Why did memory prices spike late in the year?

November 25, 2025
Source: Investing.com

Investing.com -- Memory prices have surged in recent months as AI workloads force hyperscalers to buy far more DRAM and NAND than expected.

Demand tied to AI is more complex than a broad data center buildout. Instead, software changes and model architecture shifts are creating a step change in how much memory each GPU consumes, pulling more DRAM and NAND into every cluster.

One driver is new versions of Nvidia’s CUDA software, which let GPUs tap larger pools of memory across an entire system. Features in CUDA 12.8 and 13.0 allow models to treat GPU and CPU memory as one unified space, making oversubscription easier and encouraging developers to allocate far larger working sets.

That means AI servers need more DRAM and more SSD capacity in the background to support paging and storage of model data.

The rapid expansion of context windows in large language models is another major shift. As models process inputs running into hundreds of thousands of tokens, memory becomes the main bottleneck.

These longer sequences require significantly more VRAM to hold intermediate data, and when that overflows, the system must offload to host RAM or SSDs. Hyperscalers have adopted this hierarchy at scale, using NVMe drives as an extension of system memory.

Longer contexts also require higher throughput from storage. Reading large prompts in real time and supporting many users at once demand fast, high capacity NAND.

Modern inference workloads involve frequent random reads across model parameters and databases, which SSDs handle far better than hard drives. This is pushing cloud providers to expand flash-based storage pools built on high performance NAND.

BofA analysts say improvements in CUDA and new attention algorithms reduce some memory overhead but ultimately enable larger workloads.

As GPUs handle longer sequences, the underlying systems must support more data streaming in from SSDs.
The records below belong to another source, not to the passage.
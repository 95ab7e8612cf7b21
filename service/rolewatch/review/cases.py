"""Working a case: read the queue and a case, change its state or assignee, add notes.

Every change runs in one write transaction that locks the case's row, checks the version
the reviewer saw (a stale version raises :class:`VersionConflict` carrying the current
case: two reviewers changing one case at once, one wins and the other is told what
changed), applies the move (:mod:`rolewatch.review.states`), stamps the decision on the
case's alerts, appends the audit history and queues the ``case.updated`` webhooks. Notes
and views only append to the history: they never conflict and never move the version.

Who may do what is checked by the callers (REST routes, web pages): changing a case needs
the ``review`` scope (admin implies it); notes need ``read``.
"""

from __future__ import annotations

from dataclasses import dataclass, replace
from typing import Any

from sqlalchemy.engine import Engine

from rolewatch.clock import now_micros
from rolewatch.config import Settings
from rolewatch.delivery.case_events import enqueue_case_updates
from rolewatch.review.forms import case_form, history_form, person, timeline_form
from rolewatch.review.intake import case_updates
from rolewatch.review.states import (
    DISMISSED,
    IN_REVIEW,
    ReviewRuleError,
    StateChange,
    check_move,
    clean_text,
)
from rolewatch.store import queries
from rolewatch.store import review as case_store
from rolewatch.store.db import Connection, write_transaction
from rolewatch.store.keys import ApiKey, key_names, list_keys
from rolewatch.store.review import CaseFilters, CaseRecord, HistoryEntry

# A reviewer's views of one case are recorded at most once per hour (common practice for
# access logs that stay readable, no source): enough to tell who looked, not every reload.
VIEW_INTERVAL_US = 3600 * 1_000_000
UNSET: Any = object()


class CaseNotFound(LookupError):
    """No case has this id."""


class VersionConflict(Exception):
    """The case changed since the reviewer read it; ``current`` is its form now."""

    def __init__(self, current: dict[str, Any]) -> None:
        super().__init__(
            f"case {current['id']} changed since the version you sent; it is now at version "
            f"{current['version']} ({current['state']}): reload it and decide again"
        )
        self.current = current


@dataclass(frozen=True)
class CaseChange:
    """What a reviewer asks for: the version they saw and the changes (``assignee`` left
    :data:`UNSET` keeps the assignee; ``None`` unassigns)."""

    version: int
    state: str | None = None
    reason: str | None = None
    text: str | None = None
    assignee: Any = UNSET


def reviewers(engine: Engine) -> list[dict[str, str]]:
    """Active keys allowed to review, as ``{"key_id", "name"}``, by name."""
    found = [key for key in list_keys(engine, include_revoked=False) if key.allows("review")]
    return sorted(
        ({"key_id": key.key_id, "name": key.name} for key in found),
        key=lambda item: (item["name"].lower(), item["key_id"]),
    )


def list_queue(
    engine: Engine, settings: Settings, filters: CaseFilters, *, limit: int, offset: int = 0
) -> tuple[list[dict[str, Any]], int]:
    """One page of the case queue in the API form, and the number of matching cases."""
    with engine.connect() as connection:
        rows, total = case_store.list_cases(connection, filters, limit=limit, offset=offset)
        names = key_names(connection)
    forms = [
        case_form(row.case, move=row.move, names=names, base_url=settings.public_url)
        for row in rows
    ]
    return forms, total


def _detail(connection: Connection, settings: Settings, case: CaseRecord) -> dict[str, Any]:
    names = key_names(connection)
    moves = case_store.role_moves(connection, [case.id])
    timeline = case_store.case_alert_rows(connection, case.id)
    role_names = queries.role_names(connection.engine, {row.basis_version for row in timeline})
    form = case_form(case, move=moves.get(case.id), names=names, base_url=settings.public_url)
    form["alerts"] = [timeline_form(row, role_names) for row in timeline]
    form["history"] = [
        history_form(entry, names) for entry in case_store.history_of(connection, case.id)
    ]
    return form


def _record_view(connection: Connection, case: CaseRecord, viewer: ApiKey, now_us: int) -> None:
    last = case_store.last_view_us(connection, case.id, viewer.key_id)
    if last is not None and now_us - last < VIEW_INTERVAL_US:
        return
    case_store.append_history(
        connection,
        HistoryEntry(case.id, now_us, viewer.key_id, viewer.name, "viewed", case.version),
    )


def case_detail(
    engine: Engine,
    settings: Settings,
    case_id: int,
    *,
    viewer: ApiKey | None = None,
    now_us: int | None = None,
) -> dict[str, Any]:
    """The case with its timeline and audit history; a ``viewer`` is recorded as having
    seen it (at most once per hour each). :class:`CaseNotFound` for an unknown id."""
    if viewer is None:
        with engine.connect() as connection:
            case = case_store.find_case(connection, case_id)
            if case is None:
                raise CaseNotFound(f"no case {case_id}")
            return _detail(connection, settings, case)
    with write_transaction(engine) as connection:
        case = case_store.find_case(connection, case_id)
        if case is None:
            raise CaseNotFound(f"no case {case_id}")
        _record_view(connection, case, viewer, now_micros() if now_us is None else now_us)
        return _detail(connection, settings, case)


def account_cases(engine: Engine, settings: Settings, account: str) -> list[dict[str, Any]]:
    """The account's cases, newest first (API form, without timeline and history)."""
    with engine.connect() as connection:
        found = case_store.cases_of_account(connection, account)
        names = key_names(connection)
        moves = case_store.role_moves(connection, [case.id for case in found])
    return [
        case_form(case, move=moves.get(case.id), names=names, base_url=settings.public_url)
        for case in found
    ]


def case_of_alert(engine: Engine, alert_id: int) -> int | None:
    """The id of the case an alert was filed into, or None."""
    with engine.connect() as connection:
        return case_store.case_of_alert(connection, alert_id)


def _check_assignee(engine_names: dict[str, ApiKey], assignee: Any) -> str | None:
    if assignee is None:
        return None
    key = engine_names.get(str(assignee))
    if key is None or not key.allows("review"):
        raise ReviewRuleError(
            f"no active reviewer has key id {assignee!r}: assign a key with the review scope "
            "(GET /v1/reviewers lists them)"
        )
    return key.key_id


def _values(case: CaseRecord, move: StateChange | None, key: ApiKey, now_us: int) -> dict:
    values: dict[str, Any] = {"updated_us": now_us}
    if move is None:
        return values
    values["state"] = move.to_state
    if move.is_decision:
        values.update(
            decision=move.to_state,
            decision_reason=move.reason,
            decision_text=move.text,
            decided_us=now_us,
            decided_by=key.key_id,
        )
        if move.to_state == DISMISSED:
            values["dismissed_score"] = case.peak_score
    return values


def _plan(
    engine: Engine, case: CaseRecord, change: CaseChange, key: ApiKey
) -> tuple[StateChange | None, str | None]:
    """Check the requested change against the case: the move (or None) and the assignee."""
    move = None
    if change.state is not None:
        move = check_move(case.state, change.state, change.reason, change.text)
    elif change.reason is not None or change.text is not None:
        raise ReviewRuleError(
            "a reason or text goes with a state change; add a note to comment on a case"
        )
    assignee = case.assignee
    if change.assignee is not UNSET:
        keys = {found.key_id: found for found in list_keys(engine, include_revoked=False)}
        assignee = _check_assignee(keys, change.assignee)
    elif move is not None and move.to_state == IN_REVIEW and case.assignee is None:
        assignee = key.key_id  # starting a review takes the case, unless it is assigned
    if move is None and assignee == case.assignee:
        raise ReviewRuleError("nothing to change: give a new state and/or assignee")
    return move, assignee


def change_case(
    engine: Engine,
    settings: Settings,
    case_id: int,
    key: ApiKey,
    change: CaseChange,
    *,
    now_us: int | None = None,
) -> dict[str, Any]:
    """Apply a reviewer's change; returns the case with its timeline and history.

    Raises :class:`CaseNotFound`, :class:`VersionConflict` (stale version) or
    :class:`~rolewatch.review.states.ReviewRuleError` (a move or value the rules refuse).
    """
    now_us = now_micros() if now_us is None else now_us
    with write_transaction(engine) as connection:
        case = case_store.find_case(connection, case_id, lock=True)
        if case is None:
            raise CaseNotFound(f"no case {case_id}")
        if case.version != change.version:
            raise VersionConflict(_detail(connection, settings, case))
        move, assignee = _plan(engine, case, change, key)
        values = _values(case, move, key, now_us)
        values["assignee"] = assignee
        if not case_store.update_case(
            connection, case.id, expected_version=case.version, values=values
        ):
            raise VersionConflict(_detail(connection, settings, case))
        _after_change(connection, settings, case, move, assignee, key, now_us)
        updated = case_store.find_case(connection, case_id)
        assert updated is not None
        return _detail(connection, settings, updated)


def _after_change(
    connection: Connection,
    settings: Settings,
    case: CaseRecord,
    move: StateChange | None,
    assignee: str | None,
    key: ApiKey,
    now_us: int,
) -> None:
    """Stamp the alerts, append the history and queue the webhooks of an applied change."""
    version = case.version + 1
    if move is not None and (move.is_decision or move.is_reopen):
        case_store.decide_alerts(
            connection,
            case.id,
            decision=move.to_state if move.is_decision else None,
            reason=move.reason,
            decided_us=now_us,
        )
    if move is not None:
        case_store.append_history(
            connection,
            HistoryEntry(
                case.id,
                now_us,
                key.key_id,
                key.name,
                "state",
                version,
                from_state=move.from_state,
                to_state=move.to_state,
                reason=move.reason,
                text=move.text,
            ),
        )
    if assignee != case.assignee:
        case_store.append_history(
            connection,
            HistoryEntry(
                case.id, now_us, key.key_id, key.name, "assigned", version, assignee=assignee
            ),
        )
    action = "state" if move is not None else "assigned"
    updates = case_updates(
        connection,
        settings,
        {case.id: action},
        by=person(key.key_id, {key.key_id: key.name}),
        from_states={case.id: case.state},
    )
    enqueue_case_updates(connection, updates, now_us=now_us)


def add_note(
    engine: Engine,
    settings: Settings,
    case_id: int,
    key: ApiKey,
    text: str,
    *,
    now_us: int | None = None,
) -> dict[str, Any]:
    """Append a note to the case's history; returns the entry. Notes never conflict."""
    cleaned = clean_text(text)
    if cleaned is None:
        raise ReviewRuleError("a note needs some text")
    now_us = now_micros() if now_us is None else now_us
    with write_transaction(engine) as connection:
        case = case_store.find_case(connection, case_id)
        if case is None:
            raise CaseNotFound(f"no case {case_id}")
        entry = HistoryEntry(
            case.id, now_us, key.key_id, key.name, "note", case.version, text=cleaned
        )
        entry_id = case_store.append_history(connection, entry)
        names = key_names(connection)
    return history_form(replace(entry, id=entry_id), names)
Multi GPU designs also play a role by spreading massive models and contexts across many accelerators, which increases pooled memory needs and pushes more data to flash.

Broader electronics markets have also rebounded at the same time AI demand has tightened supply, creating a “super cycle” for memory.

With PC, phone and traditional data center spending recovering, the surge in NAND and DRAM tied to AI has left inventory thin and driven prices sharply higher.